● ASSIGNMENT: Each line of the data must be copied exactly.

● EXCERPTED DATA:
= = = = = = =

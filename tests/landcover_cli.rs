//! `chromasift landcover` on an invented river-valley scene (recovery, georeferencing,
//! areas, uncertainty), Iris through the generic path against scikit-learn, bad input.

mod common;

use chromasift::geotiff;
use chromasift::rng::Rng;
use common::{run, stderr};
use serde_json::Value;
use std::path::Path;
use tiff::encoder::{colortype, TiffEncoder};
use tiff::tags::Tag;

/// GeoTIFF keys of our scenes: projected (GTModelType 1), pixel is area, WGS 84 / UTM
/// zone 33N (EPSG 32633), metres (9001).
const GEOKEYS: [u16; 20] = [
    1, 1, 0, 4, 1024, 0, 1, 1, 1025, 0, 1, 1, 3072, 0, 1, 32633, 3076, 0, 1, 9001,
];

fn write_scene_u16(
    path: &Path,
    w: u32,
    h: u32,
    bands4: &[u16],
    pixel_m: f64,
    geokeys: &[u16],
    nodata: Option<&str>,
) {
    let file = std::fs::File::create(path).unwrap();
    let mut enc = TiffEncoder::new(file).unwrap();
    let mut img = enc.new_image::<colortype::RGBA16>(w, h).unwrap();
    img.encoder()
        .write_tag(Tag::Unknown(33550), &[pixel_m, pixel_m, 0.0][..])
        .unwrap();
    img.encoder()
        .write_tag(
            Tag::Unknown(33922),
            &[0.0, 0.0, 0.0, 500_000.0, 5_000_000.0, 0.0][..],
        )
        .unwrap();
    img.encoder()
        .write_tag(Tag::Unknown(34735), geokeys)
        .unwrap();
    if let Some(n) = nodata {
        img.encoder().write_tag(Tag::Unknown(42113), n).unwrap();
    }
    img.write_data(bands4).unwrap();
}

/// Reflectance spectra (blue, green, red, near infrared) of the invented surfaces.
const SURFACES: [[f64; 4]; 5] = [
    [0.06, 0.05, 0.03, 0.02], // water
    [0.03, 0.06, 0.04, 0.40], // woodland
    [0.05, 0.11, 0.07, 0.58], // crops
    [0.12, 0.16, 0.22, 0.28], // bare soil
    [0.20, 0.20, 0.21, 0.23], // built-up
];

= = = = = = =

● TASK SOLUTION:
filename tests/landcover_cli.rs
//! `chromasift landcover` on an invented river-valley scene (recovery, georeferencing,
//! areas, uncertainty), Iris through the generic path against scikit-learn, bad input.

mod common;

use chromasift::geotiff;
use chromasift::rng::Rng;
use common::{run, stderr};
use serde_json::Value;
use std::path::Path;
use tiff::encoder::{colortype, TiffEncoder};
use tiff::tags::Tag;

/// GeoTIFF keys of our scenes: projected (GTModelType 1), pixel is area, WGS 84 / UTM
/// zone 33N (EPSG 32633), metres (9001).
const GEOKEYS: [u16; 20] = [
    1, 1, 0, 4, 1024, 0, 1, 1, 1025, 0, 1, 1, 3072, 0, 1, 32633, 3076, 0, 1, 9001,
];

fn write_scene_u16(
    path: &Path,
    w: u32,
    h: u32,
    bands4: &[u16],
    pixel_m: f64,
    geokeys: &[u16],
    nodata: Option<&str>,
) {
    let file = std::fs::File::create(path).unwrap();
    let mut enc = TiffEncoder::new(file).unwrap();
    let mut img = enc.new_image::<colortype::RGBA16>(w, h).unwrap();
    img.encoder()
        .write_tag(Tag::Unknown(33550), &[pixel_m, pixel_m, 0.0][..])
        .unwrap();
    img.encoder()
        .write_tag(
            Tag::Unknown(33922),
            &[0.0, 0.0, 0.0, 500_000.0, 5_000_000.0, 0.0][..],
        )
        .unwrap();
    img.encoder()
        .write_tag(Tag::Unknown(34735), geokeys)
        .unwrap();
    if let Some(n) = nodata {
        img.encoder().write_tag(Tag::Unknown(42113), n).unwrap();
    }
    img.write_data(bands4).unwrap();
}

/// Reflectance spectra (blue, green, red, near infrared) of the invented surfaces.
const SURFACES: [[f64; 4]; 5] = [
    [0.06, 0.05, 0.03, 0.02], // water
    [0.03, 0.06, 0.04, 0.40], // woodland
    [0.05, 0.11, 0.07, 0.58], // crops
    [0.12, 0.16, 0.22, 0.28], // bare soil
    [0.20, 0.20, 0.21, 0.23], // built-up
];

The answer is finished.